## Task goal:
Please write out the records exactly.

## Data:
◆ ◆ ◆ ◆ ◆

def _unreachable(name: str, fed_by: dict[str, tuple[Any, ...]], in_cycle: set[str]) -> str:
    """Why a fed mirror is not reachable: the first unfed ancestor or the cycle above it."""
    seen = {name}
    node = name
    while True:
        where = fed_by.get(node)
        if where is None:
            return f"not reachable from the reference: '{node}' above it is never fed"
        if where[0] == "reference":
            return "not reachable from the reference"  # not expected: reachable by definition
        node = where[1]
        if node in in_cycle:
            return f"not reachable from the reference (it hangs below the cycle through '{node}')"
        if node in seen:
            return "not reachable from the reference (it hangs below a cycle)"
        seen.add(node)


def plan_graph(plan: Plan) -> "nx.DiGraph":
    """The plan as a networkx DiGraph: reference → mirrors → loads (edges carry branch, ratio, count)."""
    import networkx as nx

    graph = nx.DiGraph()
    graph.add_node(REFERENCE, role="reference")
    graph.add_nodes_from(plan.mirrors, role="mirror")
    graph.add_nodes_from(plan.loads, role="load")
    if plan.reference.feeds in plan.mirrors:
        graph.add_edge(REFERENCE, plan.reference.feeds, branch=-1)
    for name, mirror in plan.mirrors.items():
        for i, branch in enumerate(mirror.branches):
            if branch.to in graph and not graph.has_edge(name, branch.to):
                graph.add_edge(name, branch.to, branch=i, ratio=branch.ratio, count=branch.count)
    return graph


def _cycles(graph: "nx.DiGraph") -> list[list[str]]:
    import networkx as nx

    out = []
    for component in nx.strongly_connected_components(graph):
        if len(component) > 1:
            start = min(component)
            cycle = nx.find_cycle(graph.subgraph(component), source=start)
            out.append([u for u, _ in cycle])
    return out


def check_floorplan(plan: Any) -> list[tuple[tuple[Any, ...], str]]:
    """Names in the floorplan that do not exist, and remote loads without positions."""
    fp = plan.floorplan
    if fp is None:
        return []
    out = []
    for name in fp.positions:
        if name not in plan.mirrors and name not in plan.loads:
            out.append((("floorplan", "positions", name), f"no mirror or load named '{name}'"))
    for k, name in enumerate(fp.remote):
        if name not in plan.loads:
            out.append((("floorplan", "remote", k), f"no load named '{name}'"))
            continue
        feeder = next((m for m, spec in plan.mirrors.items() if any(b.to == name for b in spec.branches)), None)
        if feeder is not None and plan.mirrors[feeder].topology in ("wilson", "wilson4"):
            out.append((("floorplan", "remote", k), f"'{name}' is fed by a Wilson mirror, whose output cannot be remote"))
        for who in (name, feeder):
            if who is not None and who not in fp.positions and name not in fp.offsets:
                out.append((("floorplan", "remote", k), f"'{name}' is remote, so '{who}' needs a position (or give offsets)"))
    for name in fp.offsets:
        if name not in fp.remote:
            out.append((("floorplan", "offsets", name), f"'{name}' is not listed under remote"))
    return out


# --- plausible values -------------------------------------------------------


def _ranges(model: type) -> list[tuple[str, Any, Any]]:
    """(field name, Plausible or None, alias) of the fields of a model class
    that carry a range or hold nested values (cached per class)."""
    cached = _RANGES.get(model)
    if cached is None:
        cached = []
        for name, field in model.model_fields.items():
            mark = next((m for m in field.metadata if isinstance(m, Plausible)), None)
            if mark is None:
                mark = _inner_mark(field.annotation)
            cached.append((name, mark, field.alias or name))
        _RANGES[model] = cached
    return cached


_RANGES: dict[type, list[tuple[str, Any, Any]]] = {}


def _inner_mark(annotation: Any) -> Any:
    """The Plausible mark of Annotated[...] inside Optional/list/tuple/Union annotations."""
    from typing import get_args

    for arg in get_args(annotation):
        meta = getattr(arg, "__metadata__", None)
        if meta:
            mark = next((m for m in meta if isinstance(m, Plausible)), None)
            if mark is not None:
                return mark
        mark = _inner_mark(arg)
        if mark is not None:
            return mark
    return None


def _outside(value: float, mark: Plausible) -> bool:
    x = abs(value) if mark.magnitude else value
    return not (mark.low <= x <= mark.high)


def _value_text(value: float, mark: Plausible) -> str:
    from biastree.units import format_si

    if mark.unit == "%":
        return f"{value * 100:.4g}%"
    if mark.unit == "K":
        return f"{value - 273.15:.4g}C"
    if mark.unit == "":
        return f"{value:.4g}"
    if value == 0 or 1e-18 <= abs(value) < 1e15:
        return format_si(value, mark.unit)
    return f"{value:.3g} {mark.unit}".strip()


def _range_text(mark: Plausible) -> str:
    lo, hi = _value_text(mark.low, mark), _value_text(mark.high, mark)
    return f"magnitude at most {hi}" if mark.magnitude and mark.low == 0 else f"{lo} … {hi}"


def check_plausible(plan: Plan) -> list[tuple[tuple[Any, ...], str]]:
    """Values outside the plausible range of an on-chip bias network (see
    ``Plausible`` on each field), except under the plan's ``allow_unusual`` keys.

    >>> from biastree.input.model import Load
    >>> plan = Plan.model_construct(loads={"a": Load(current=20, tolerance=0.05, voltage=1)}, allow_unusual=[])
    >>> check_plausible(plan)[0][0]
    ('loads', 'a', 'current')
    """
    allowed = [tuple(p.split(".")) for p in getattr(plan, "allow_unusual", [])]
    out: list[tuple[tuple[Any, ...], str]] = []

    def allowed_at(path: tuple[Any, ...]) -> bool:
        parts = tuple(str(k) for k in path if not isinstance(k, int))
        return any(parts[: len(a)] == a for a in allowed)

    def report(path: tuple[Any, ...], value: float, mark: Plausible) -> None:
        if allowed_at(path):
            return
        key = ".".join(str(k) for k in path if not isinstance(k, int))
        out.append((path, f"{_value_text(value, mark)} is outside the plausible range for an on-chip bias network "
                          f"({_range_text(mark)}); if you mean it, list '{key}' under allow_unusual"))

    def visit(value: Any, mark: Any, path: tuple[Any, ...]) -> None:
        if isinstance(value, dict) and len(value) > _BULK and _all_inside(list(value.values()), mark):
            return  # nothing to report in this section (checked in bulk); else visited in order
        if isinstance(value, BaseModel):
            for name, inner, alias in _ranges(type(value)):
                visit(getattr(value, name, None), inner, path + (alias,))
        elif isinstance(value, dict):
            for key, item in value.items():
                visit(item, mark, path + (key,))
        elif isinstance(value, (list, tuple)):
            for k, item in enumerate(value):
                visit(item, mark, path + (k,))
        elif mark is not None and isinstance(value, (int, float)) and not isinstance(value, bool):
            if _outside(float(value), mark):
                report(path, float(value), mark)

    visit(plan, None, ())
    return out


_BULK = 64  # sections with more entries than this are first checked in bulk


def _all_inside(values: list[Any], mark: Any) -> bool:
    """True when no number inside ``values`` (models of one class, or plain
    numbers, tuples and lists of them) lies outside its plausible range:
    then ``check_plausible`` has nothing to say about them.  False also
    means "not sure" (the caller then visits them one by one, in order)."""
    from operator import attrgetter

    import numpy as np

    if not values:
        return True
    types = set(map(type, values))
    if len(types) == 1 and issubclass(next(iter(types)), BaseModel):
        for name, inner, _ in _ranges(next(iter(types))):
            if not _all_inside(list(map(attrgetter(name), values)), inner):
                return False
        return True
    if types <= _PLAIN:
        if mark is None or not types & {float, int}:
            return True
        if bool in types or type(None) in types:
            values = [v for v in values if type(v) in (float, int)]
        x = np.array(values, dtype=float)
        if mark.magnitude:
            x = np.abs(x)
        return bool(np.all((mark.low <= x) & (x <= mark.high)))
    if types <= _PLAIN | {tuple, list}:
        inner_values = [item for v in values if type(v) in (tuple, list) for item in v]
        plain = [v for v in values if type(v) not in (tuple, list)]
        return _all_inside(plain, mark) and _all_inside(inner_values, mark)
    return False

◆ ◆ ◆ ◆ ◆

## Solution to this task:
def _unreachable(name: str, fed_by: dict[str, tuple[Any, ...]], in_cycle: set[str]) -> str:
    """Why a fed mirror is not reachable: the first unfed ancestor or the cycle above it."""
    seen = {name}
    node = name
    while True:
        where = fed_by.get(node)
        if where is None:
            return f"not reachable from the reference: '{node}' above it is never fed"
        if where[0] == "reference":
            return "not reachable from the reference"  # not expected: reachable by definition
        node = where[1]
        if node in in_cycle:
            return f"not reachable from the reference (it hangs below the cycle through '{node}')"
        if node in seen:
            return "not reachable from the reference (it hangs below a cycle)"
        seen.add(node)


def plan_graph(plan: Plan) -> "nx.DiGraph":
    """The plan as a networkx DiGraph: reference → mirrors → loads (edges carry branch, ratio, count)."""
    import networkx as nx

    graph = nx.DiGraph()
    graph.add_node(REFERENCE, role="reference")
    graph.add_nodes_from(plan.mirrors, role="mirror")
    graph.add_nodes_from(plan.loads, role="load")
    if plan.reference.feeds in plan.mirrors:
        graph.add_edge(REFERENCE, plan.reference.feeds, branch=-1)
    for name, mirror in plan.mirrors.items():
        for i, branch in enumerate(mirror.branches):
            if branch.to in graph and not graph.has_edge(name, branch.to):
                graph.add_edge(name, branch.to, branch=i, ratio=branch.ratio, count=branch.count)
    return graph


def _cycles(graph: "nx.DiGraph") -> list[list[str]]:
    import networkx as nx

    out = []
    for component in nx.strongly_connected_components(graph):
        if len(component) > 1:
            start = min(component)
            cycle = nx.find_cycle(graph.subgraph(component), source=start)
            out.append([u for u, _ in cycle])
    return out


def check_floorplan(plan: Any) -> list[tuple[tuple[Any, ...], str]]:
    """Names in the floorplan that do not exist, and remote loads without positions."""
    fp = plan.floorplan
    if fp is None:
        return []
    out = []
    for name in fp.positions:
        if name not in plan.mirrors and name not in plan.loads:
            out.append((("floorplan", "positions", name), f"no mirror or load named '{name}'"))
    for k, name in enumerate(fp.remote):
        if name not in plan.loads:
            out.append((("floorplan", "remote", k), f"no load named '{name}'"))
            continue
        feeder = next((m for m, spec in plan.mirrors.items() if any(b.to == name for b in spec.branches)), None)
        if feeder is not None and plan.mirrors[feeder].topology in ("wilson", "wilson4"):
            out.append((("floorplan", "remote", k), f"'{name}' is fed by a Wilson mirror, whose output cannot be remote"))
        for who in (name, feeder):
            if who is not None and who not in fp.positions and name not in fp.offsets:
                out.append((("floorplan", "remote", k), f"'{name}' is remote, so '{who}' needs a position (or give offsets)"))
    for name in fp.offsets:
        if name not in fp.remote:
            out.append((("floorplan", "offsets", name), f"'{name}' is not listed under remote"))
    return out


# --- plausible values -------------------------------------------------------


def _ranges(model: type) -> list[tuple[str, Any, Any]]:
    """(field name, Plausible or None, alias) of the fields of a model class
    that carry a range or hold nested values (cached per class)."""
    cached = _RANGES.get(model)
    if cached is None:
        cached = []
        for name, field in model.model_fields.items():
            mark = next((m for m in field.metadata if isinstance(m, Plausible)), None)
            if mark is None:
                mark = _inner_mark(field.annotation)
            cached.append((name, mark, field.alias or name))
        _RANGES[model] = cached
    return cached


_RANGES: dict[type, list[tuple[str, Any, Any]]] = {}


def _inner_mark(annotation: Any) -> Any:
    """The Plausible mark of Annotated[...] inside Optional/list/tuple/Union annotations."""
    from typing import get_args

    for arg in get_args(annotation):
        meta = getattr(arg, "__metadata__", None)
        if meta:
            mark = next((m for m in meta if isinstance(m, Plausible)), None)
            if mark is not None:
                return mark
        mark = _inner_mark(arg)
        if mark is not None:
            return mark
    return None


def _outside(value: float, mark: Plausible) -> bool:
    x = abs(value) if mark.magnitude else value
    return not (mark.low <= x <= mark.high)


def _value_text(value: float, mark: Plausible) -> str:
    from biastree.units import format_si

    if mark.unit == "%":
        return f"{value * 100:.4g}%"
    if mark.unit == "K":
        return f"{value - 273.15:.4g}C"
    if mark.unit == "":
        return f"{value:.4g}"
    if value == 0 or 1e-18 <= abs(value) < 1e15:
        return format_si(value, mark.unit)
    return f"{value:.3g} {mark.unit}".strip()


def _range_text(mark: Plausible) -> str:
    lo, hi = _value_text(mark.low, mark), _value_text(mark.high, mark)
    return f"magnitude at most {hi}" if mark.magnitude and mark.low == 0 else f"{lo} … {hi}"


def check_plausible(plan: Plan) -> list[tuple[tuple[Any, ...], str]]:
    """Values outside the plausible range of an on-chip bias network (see
    ``Plausible`` on each field), except under the plan's ``allow_unusual`` keys.

    >>> from biastree.input.model import Load
    >>> plan = Plan.model_construct(loads={"a": Load(current=20, tolerance=0.05, voltage=1)}, allow_unusual=[])
    >>> check_plausible(plan)[0][0]
    ('loads', 'a', 'current')
    """
    allowed = [tuple(p.split(".")) for p in getattr(plan, "allow_unusual", [])]
    out: list[tuple[tuple[Any, ...], str]] = []

    def allowed_at(path: tuple[Any, ...]) -> bool:
        parts = tuple(str(k) for k in path if not isinstance(k, int))
        return any(parts[: len(a)] == a for a in allowed)

    def report(path: tuple[Any, ...], value: float, mark: Plausible) -> None:
        if allowed_at(path):
            return
        key = ".".join(str(k) for k in path if not isinstance(k, int))
        out.append((path, f"{_value_text(value, mark)} is outside the plausible range for an on-chip bias network "
                          f"({_range_text(mark)}); if you mean it, list '{key}' under allow_unusual"))

    def visit(value: Any, mark: Any, path: tuple[Any, ...]) -> None:
        if isinstance(value, dict) and len(value) > _BULK and _all_inside(list(value.values()), mark):
            return  # nothing to report in this section (checked in bulk); else visited in order
        if isinstance(value, BaseModel):
            for name, inner, alias in _ranges(type(value)):
                visit(getattr(value, name, None), inner, path + (alias,))
        elif isinstance(value, dict):
            for key, item in value.items():
                visit(item, mark, path + (key,))
        elif isinstance(value, (list, tuple)):
            for k, item in enumerate(value):
                visit(item, mark, path + (k,))
        elif mark is not None and isinstance(value, (int, float)) and not isinstance(value, bool):
            if _outside(float(value), mark):
                report(path, float(value), mark)

    visit(plan, None, ())
    return out


_BULK = 64  # sections with more entries than this are first checked in bulk


def _all_inside(values: list[Any], mark: Any) -> bool:
    """True when no number inside ``values`` (models of one class, or plain
    numbers, tuples and lists of them) lies outside its plausible range:
    then ``check_plausible`` has nothing to say about them.  False also
    means "not sure" (the caller then visits them one by one, in order)."""
    from operator import attrgetter

    import numpy as np

    if not values:
        return True
    types = set(map(type, values))
    if len(types) == 1 and issubclass(next(iter(types)), BaseModel):
        for name, inner, _ in _ranges(next(iter(types))):
            if not _all_inside(list(map(attrgetter(name), values)), inner):
                return False
        return True
    if types <= _PLAIN:
        if mark is None or not types & {float, int}:
            return True
        if bool in types or type(None) in types:
            values = [v for v in values if type(v) in (float, int)]
        x = np.array(values, dtype=float)
        if mark.magnitude:
            x = np.abs(x)
        return bool(np.all((mark.low <= x) & (x <= mark.high)))
    if types <= _PLAIN | {tuple, list}:
        inner_values = [item for v in values if type(v) in (tuple, list) for item in v]
        plain = [v for v in values if type(v) not in (tuple, list)]
        return _all_inside(plain, mark) and _all_inside(inner_values, mark)
    return False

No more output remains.